THE PROBLEM. From the records below, find each line with the string "best" and copy it.

(Saved entries)

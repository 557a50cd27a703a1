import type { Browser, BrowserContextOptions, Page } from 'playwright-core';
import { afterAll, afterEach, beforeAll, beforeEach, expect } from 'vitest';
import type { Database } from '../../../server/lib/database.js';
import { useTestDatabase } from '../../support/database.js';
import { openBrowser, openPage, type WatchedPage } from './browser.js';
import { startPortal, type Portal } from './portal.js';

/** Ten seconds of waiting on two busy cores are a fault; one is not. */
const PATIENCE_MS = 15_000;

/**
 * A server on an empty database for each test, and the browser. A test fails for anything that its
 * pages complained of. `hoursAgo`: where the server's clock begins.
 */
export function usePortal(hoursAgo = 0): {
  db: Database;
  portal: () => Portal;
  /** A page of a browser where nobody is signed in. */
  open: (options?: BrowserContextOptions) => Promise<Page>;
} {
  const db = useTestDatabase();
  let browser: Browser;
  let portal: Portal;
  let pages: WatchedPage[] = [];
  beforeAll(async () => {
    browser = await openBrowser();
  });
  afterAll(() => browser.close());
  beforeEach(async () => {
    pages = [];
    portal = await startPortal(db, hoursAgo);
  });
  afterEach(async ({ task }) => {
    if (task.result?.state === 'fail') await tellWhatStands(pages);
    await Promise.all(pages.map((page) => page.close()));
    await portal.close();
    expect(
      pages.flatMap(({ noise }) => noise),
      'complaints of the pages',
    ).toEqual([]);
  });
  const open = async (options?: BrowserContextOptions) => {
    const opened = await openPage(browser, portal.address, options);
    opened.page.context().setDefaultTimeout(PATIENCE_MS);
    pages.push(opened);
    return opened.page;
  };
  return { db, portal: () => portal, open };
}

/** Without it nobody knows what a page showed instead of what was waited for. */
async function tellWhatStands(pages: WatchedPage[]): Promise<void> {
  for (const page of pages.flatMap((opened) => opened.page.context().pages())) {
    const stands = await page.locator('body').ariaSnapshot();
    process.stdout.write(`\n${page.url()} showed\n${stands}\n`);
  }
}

---

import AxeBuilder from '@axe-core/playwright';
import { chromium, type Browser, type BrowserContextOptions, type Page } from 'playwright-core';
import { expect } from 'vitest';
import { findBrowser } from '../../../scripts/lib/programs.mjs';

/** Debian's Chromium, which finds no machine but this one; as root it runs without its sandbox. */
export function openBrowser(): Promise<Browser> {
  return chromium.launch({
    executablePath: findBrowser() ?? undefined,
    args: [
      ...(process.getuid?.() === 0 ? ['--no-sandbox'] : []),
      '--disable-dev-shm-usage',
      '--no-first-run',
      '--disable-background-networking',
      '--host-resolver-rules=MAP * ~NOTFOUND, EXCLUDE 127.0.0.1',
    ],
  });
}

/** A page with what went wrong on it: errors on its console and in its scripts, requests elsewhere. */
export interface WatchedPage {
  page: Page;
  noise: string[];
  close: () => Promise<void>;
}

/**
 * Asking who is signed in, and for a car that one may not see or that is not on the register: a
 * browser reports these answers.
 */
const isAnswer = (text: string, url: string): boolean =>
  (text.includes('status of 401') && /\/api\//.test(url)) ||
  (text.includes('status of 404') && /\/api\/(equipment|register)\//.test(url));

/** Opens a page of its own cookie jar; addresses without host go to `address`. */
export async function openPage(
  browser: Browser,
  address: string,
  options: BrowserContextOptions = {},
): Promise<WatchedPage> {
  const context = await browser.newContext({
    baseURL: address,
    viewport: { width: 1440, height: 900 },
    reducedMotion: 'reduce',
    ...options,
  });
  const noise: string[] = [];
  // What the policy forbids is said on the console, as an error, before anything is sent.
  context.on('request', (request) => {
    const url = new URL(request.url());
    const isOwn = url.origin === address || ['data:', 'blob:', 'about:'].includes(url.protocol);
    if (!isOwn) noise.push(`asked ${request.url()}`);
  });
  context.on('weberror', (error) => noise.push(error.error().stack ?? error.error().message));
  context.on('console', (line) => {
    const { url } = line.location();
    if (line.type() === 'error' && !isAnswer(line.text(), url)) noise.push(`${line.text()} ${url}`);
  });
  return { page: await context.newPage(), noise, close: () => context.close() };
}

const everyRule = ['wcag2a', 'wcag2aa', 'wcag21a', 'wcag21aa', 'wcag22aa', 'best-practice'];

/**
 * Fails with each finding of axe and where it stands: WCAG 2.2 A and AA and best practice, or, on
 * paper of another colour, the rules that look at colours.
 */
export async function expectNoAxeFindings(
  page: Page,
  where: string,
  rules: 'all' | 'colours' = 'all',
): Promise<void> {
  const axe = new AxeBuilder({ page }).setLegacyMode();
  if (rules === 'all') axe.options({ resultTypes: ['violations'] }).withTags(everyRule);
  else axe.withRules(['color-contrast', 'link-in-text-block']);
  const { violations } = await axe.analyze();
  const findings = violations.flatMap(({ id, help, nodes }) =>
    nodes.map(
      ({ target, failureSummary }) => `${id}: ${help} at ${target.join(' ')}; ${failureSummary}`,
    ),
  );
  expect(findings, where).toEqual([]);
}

---

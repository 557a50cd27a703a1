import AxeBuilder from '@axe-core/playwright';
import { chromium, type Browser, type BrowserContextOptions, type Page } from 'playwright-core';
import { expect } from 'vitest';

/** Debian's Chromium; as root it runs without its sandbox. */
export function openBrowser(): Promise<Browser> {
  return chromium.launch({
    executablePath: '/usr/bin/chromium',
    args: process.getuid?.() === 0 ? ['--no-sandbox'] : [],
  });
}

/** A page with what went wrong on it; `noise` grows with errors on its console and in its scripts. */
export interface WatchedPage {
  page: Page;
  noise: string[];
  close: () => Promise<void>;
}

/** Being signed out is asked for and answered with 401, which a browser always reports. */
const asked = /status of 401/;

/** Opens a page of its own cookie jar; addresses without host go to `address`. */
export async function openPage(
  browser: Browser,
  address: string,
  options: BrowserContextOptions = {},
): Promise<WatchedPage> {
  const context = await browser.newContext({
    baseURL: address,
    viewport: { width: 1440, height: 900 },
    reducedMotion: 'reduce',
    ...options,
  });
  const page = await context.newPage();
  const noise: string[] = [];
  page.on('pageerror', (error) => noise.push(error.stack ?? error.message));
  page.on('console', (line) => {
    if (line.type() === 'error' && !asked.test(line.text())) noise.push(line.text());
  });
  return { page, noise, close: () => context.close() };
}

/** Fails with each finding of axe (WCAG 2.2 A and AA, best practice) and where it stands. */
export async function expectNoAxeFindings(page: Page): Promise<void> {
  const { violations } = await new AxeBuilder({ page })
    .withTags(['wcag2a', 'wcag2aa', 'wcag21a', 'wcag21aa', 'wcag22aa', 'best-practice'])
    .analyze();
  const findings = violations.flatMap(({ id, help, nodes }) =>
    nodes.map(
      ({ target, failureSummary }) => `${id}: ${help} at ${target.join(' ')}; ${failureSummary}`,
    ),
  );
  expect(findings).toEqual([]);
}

YOUR SOLUTION.
const everyRule = ['wcag2a', 'wcag2aa', 'wcag21a', 'wcag21aa', 'wcag22aa', 'best-practice'];
 * Fails with each finding of axe and where it stands: WCAG 2.2 A and AA and best practice, or, on
/** Fails with each finding of axe (WCAG 2.2 A and AA, best practice) and where it stands. */
    .withTags(['wcag2a', 'wcag2aa', 'wcag21a', 'wcag21aa', 'wcag22aa', 'best-practice'])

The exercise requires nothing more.